Count every line below that holds "description". The answer is the number alone.

─── Recorded information ───

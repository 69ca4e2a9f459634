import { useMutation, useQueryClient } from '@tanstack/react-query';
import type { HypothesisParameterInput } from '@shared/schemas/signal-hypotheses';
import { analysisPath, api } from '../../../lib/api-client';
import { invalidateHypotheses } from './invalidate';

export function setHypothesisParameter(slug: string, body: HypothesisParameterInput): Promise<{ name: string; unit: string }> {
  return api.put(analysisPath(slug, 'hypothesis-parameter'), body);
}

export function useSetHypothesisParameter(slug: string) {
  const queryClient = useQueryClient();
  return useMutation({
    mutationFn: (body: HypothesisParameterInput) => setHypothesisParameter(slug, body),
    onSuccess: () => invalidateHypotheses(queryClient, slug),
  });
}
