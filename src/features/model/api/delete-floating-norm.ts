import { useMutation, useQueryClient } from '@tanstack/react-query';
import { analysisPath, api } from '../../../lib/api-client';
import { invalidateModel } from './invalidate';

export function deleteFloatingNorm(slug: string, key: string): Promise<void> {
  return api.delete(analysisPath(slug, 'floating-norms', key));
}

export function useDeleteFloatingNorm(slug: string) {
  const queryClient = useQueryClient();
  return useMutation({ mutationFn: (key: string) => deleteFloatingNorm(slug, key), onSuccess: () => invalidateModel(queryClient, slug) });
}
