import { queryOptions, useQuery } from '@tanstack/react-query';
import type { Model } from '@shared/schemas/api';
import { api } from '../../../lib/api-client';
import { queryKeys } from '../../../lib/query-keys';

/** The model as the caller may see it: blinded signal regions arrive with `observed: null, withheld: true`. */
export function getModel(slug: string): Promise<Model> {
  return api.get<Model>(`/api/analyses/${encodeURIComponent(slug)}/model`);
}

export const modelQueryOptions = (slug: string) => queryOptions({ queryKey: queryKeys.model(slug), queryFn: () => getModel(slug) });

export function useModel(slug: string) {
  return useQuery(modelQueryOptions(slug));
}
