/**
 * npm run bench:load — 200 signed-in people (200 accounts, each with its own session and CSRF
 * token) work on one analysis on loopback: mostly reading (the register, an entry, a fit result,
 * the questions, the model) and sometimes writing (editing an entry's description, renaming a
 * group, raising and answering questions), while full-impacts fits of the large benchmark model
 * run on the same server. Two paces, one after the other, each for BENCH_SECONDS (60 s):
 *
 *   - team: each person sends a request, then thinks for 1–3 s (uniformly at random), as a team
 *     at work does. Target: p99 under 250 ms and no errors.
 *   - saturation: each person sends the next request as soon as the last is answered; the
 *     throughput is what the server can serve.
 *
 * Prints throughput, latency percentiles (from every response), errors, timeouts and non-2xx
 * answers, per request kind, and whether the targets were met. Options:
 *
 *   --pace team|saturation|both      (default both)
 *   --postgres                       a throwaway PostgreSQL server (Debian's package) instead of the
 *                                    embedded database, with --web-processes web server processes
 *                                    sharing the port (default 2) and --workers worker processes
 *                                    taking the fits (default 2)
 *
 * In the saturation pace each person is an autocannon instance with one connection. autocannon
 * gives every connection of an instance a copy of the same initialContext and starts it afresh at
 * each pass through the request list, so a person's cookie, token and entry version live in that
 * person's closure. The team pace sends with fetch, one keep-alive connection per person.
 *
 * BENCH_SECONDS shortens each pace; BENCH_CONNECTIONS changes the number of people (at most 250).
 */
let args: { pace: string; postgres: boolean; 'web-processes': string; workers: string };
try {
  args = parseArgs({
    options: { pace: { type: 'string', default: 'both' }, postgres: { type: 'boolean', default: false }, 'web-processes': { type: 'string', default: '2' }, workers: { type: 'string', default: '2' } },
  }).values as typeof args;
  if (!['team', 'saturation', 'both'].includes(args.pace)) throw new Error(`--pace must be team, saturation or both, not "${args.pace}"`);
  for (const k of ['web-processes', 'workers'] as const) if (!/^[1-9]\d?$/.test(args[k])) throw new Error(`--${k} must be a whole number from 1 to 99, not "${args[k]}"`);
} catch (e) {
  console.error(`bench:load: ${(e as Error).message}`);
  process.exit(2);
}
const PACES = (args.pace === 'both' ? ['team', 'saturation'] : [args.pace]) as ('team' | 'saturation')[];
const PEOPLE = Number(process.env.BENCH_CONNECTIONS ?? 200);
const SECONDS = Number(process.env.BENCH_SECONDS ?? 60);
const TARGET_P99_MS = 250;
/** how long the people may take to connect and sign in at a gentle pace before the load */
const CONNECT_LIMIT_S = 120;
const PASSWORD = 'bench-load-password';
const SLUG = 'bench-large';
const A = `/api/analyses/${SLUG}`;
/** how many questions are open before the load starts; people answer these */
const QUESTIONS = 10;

───
─── Recorded information ───

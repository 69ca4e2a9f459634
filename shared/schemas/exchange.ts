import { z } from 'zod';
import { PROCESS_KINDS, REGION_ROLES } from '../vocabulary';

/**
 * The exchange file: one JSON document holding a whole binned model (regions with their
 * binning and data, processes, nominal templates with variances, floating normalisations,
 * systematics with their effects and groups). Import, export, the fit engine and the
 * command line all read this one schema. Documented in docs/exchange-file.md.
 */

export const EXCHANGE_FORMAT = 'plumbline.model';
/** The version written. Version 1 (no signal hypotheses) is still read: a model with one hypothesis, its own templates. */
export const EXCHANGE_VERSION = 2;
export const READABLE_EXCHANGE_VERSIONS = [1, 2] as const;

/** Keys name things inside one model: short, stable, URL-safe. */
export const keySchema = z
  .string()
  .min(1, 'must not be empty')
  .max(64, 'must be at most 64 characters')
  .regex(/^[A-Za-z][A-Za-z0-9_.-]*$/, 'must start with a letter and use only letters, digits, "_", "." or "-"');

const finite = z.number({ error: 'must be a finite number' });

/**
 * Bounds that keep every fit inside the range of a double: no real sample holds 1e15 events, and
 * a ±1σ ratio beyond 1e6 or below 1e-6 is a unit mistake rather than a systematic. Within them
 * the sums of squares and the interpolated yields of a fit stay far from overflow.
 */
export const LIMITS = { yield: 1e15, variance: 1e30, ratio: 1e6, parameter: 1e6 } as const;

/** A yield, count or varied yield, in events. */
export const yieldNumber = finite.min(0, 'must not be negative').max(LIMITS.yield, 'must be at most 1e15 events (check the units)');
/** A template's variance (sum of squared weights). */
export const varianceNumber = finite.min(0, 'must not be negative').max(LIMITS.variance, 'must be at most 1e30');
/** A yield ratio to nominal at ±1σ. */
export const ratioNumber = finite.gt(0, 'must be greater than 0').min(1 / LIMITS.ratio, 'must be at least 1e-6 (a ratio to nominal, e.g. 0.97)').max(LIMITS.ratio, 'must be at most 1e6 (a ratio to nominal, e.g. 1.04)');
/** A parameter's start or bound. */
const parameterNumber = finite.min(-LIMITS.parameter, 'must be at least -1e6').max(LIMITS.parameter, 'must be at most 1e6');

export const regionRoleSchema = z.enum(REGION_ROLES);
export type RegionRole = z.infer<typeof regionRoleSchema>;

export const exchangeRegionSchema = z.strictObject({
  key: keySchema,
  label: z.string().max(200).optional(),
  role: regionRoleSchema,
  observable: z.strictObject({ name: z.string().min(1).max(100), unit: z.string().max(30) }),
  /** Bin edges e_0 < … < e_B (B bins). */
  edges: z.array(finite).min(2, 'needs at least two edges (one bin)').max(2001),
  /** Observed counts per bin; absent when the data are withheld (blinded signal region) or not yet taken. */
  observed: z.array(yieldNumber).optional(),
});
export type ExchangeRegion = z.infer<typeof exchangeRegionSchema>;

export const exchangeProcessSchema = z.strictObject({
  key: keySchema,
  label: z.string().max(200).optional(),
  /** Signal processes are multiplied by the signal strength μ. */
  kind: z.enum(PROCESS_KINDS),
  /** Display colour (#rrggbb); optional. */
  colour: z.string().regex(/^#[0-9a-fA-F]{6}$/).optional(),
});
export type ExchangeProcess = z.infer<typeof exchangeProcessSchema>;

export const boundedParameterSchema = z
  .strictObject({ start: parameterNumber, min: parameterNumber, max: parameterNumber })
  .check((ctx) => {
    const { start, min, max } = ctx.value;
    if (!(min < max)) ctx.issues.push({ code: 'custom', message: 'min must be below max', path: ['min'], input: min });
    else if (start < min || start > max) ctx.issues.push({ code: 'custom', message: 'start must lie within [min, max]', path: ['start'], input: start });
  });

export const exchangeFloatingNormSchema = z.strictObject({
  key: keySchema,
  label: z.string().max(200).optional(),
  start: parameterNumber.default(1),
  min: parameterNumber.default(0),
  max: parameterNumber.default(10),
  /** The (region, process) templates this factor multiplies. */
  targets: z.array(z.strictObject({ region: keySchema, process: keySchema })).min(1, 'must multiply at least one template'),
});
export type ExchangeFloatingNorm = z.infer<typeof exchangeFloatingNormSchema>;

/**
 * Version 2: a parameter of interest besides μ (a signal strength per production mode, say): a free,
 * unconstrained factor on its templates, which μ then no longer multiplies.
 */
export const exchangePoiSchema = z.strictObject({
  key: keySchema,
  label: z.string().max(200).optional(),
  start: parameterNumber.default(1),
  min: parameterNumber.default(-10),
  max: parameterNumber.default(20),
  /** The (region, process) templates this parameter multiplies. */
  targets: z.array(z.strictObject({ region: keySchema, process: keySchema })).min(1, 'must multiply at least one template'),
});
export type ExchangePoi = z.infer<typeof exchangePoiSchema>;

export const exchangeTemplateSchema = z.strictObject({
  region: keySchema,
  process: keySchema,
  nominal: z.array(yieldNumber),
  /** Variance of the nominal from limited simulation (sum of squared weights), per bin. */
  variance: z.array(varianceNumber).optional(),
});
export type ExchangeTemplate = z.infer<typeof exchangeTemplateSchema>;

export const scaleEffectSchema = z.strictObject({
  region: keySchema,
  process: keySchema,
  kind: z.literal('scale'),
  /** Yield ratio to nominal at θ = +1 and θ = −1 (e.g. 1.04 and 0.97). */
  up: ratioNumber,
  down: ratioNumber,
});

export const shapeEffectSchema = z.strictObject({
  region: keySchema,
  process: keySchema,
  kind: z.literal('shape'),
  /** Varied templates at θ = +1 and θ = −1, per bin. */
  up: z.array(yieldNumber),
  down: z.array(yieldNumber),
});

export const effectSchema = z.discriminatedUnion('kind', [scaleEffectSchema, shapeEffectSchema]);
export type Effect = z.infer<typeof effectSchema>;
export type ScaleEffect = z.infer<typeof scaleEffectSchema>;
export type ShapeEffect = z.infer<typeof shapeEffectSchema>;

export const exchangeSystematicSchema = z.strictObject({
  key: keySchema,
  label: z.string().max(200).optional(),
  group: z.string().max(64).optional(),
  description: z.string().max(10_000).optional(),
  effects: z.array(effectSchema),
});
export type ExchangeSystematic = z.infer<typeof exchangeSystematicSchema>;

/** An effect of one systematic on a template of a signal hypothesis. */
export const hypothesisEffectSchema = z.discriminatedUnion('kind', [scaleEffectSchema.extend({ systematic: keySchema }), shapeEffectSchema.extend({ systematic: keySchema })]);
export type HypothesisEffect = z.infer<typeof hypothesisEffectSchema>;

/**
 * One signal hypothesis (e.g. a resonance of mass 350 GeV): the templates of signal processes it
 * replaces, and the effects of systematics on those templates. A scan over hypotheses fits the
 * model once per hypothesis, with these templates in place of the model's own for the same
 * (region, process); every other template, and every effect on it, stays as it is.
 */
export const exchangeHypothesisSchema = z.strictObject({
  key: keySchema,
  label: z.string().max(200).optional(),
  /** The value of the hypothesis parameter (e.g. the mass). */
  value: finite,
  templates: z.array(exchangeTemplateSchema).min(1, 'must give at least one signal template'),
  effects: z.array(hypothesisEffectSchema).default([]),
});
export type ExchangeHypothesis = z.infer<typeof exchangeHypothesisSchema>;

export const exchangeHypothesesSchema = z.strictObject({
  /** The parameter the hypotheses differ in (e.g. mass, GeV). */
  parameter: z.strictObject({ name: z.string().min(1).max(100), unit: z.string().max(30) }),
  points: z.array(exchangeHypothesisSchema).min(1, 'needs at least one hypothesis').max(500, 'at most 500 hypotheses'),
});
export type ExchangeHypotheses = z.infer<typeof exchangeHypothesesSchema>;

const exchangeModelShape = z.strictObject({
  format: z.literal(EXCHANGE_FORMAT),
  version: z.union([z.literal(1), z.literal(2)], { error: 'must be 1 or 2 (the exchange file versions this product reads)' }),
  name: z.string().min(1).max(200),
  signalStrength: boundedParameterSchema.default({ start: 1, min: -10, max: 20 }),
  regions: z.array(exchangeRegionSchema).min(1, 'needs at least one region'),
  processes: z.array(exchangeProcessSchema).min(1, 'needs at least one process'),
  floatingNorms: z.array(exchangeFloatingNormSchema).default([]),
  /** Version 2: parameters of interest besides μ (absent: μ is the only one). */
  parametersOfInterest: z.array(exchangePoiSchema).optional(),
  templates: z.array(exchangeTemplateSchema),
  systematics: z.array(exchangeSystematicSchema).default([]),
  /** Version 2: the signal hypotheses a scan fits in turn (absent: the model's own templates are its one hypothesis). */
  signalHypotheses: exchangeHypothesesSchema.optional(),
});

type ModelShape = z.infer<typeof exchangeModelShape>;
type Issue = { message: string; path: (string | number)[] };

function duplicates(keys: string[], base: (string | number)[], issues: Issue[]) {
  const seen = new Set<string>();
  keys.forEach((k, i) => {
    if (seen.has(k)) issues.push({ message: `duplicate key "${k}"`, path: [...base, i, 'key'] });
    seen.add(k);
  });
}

───

**Written answer:** 2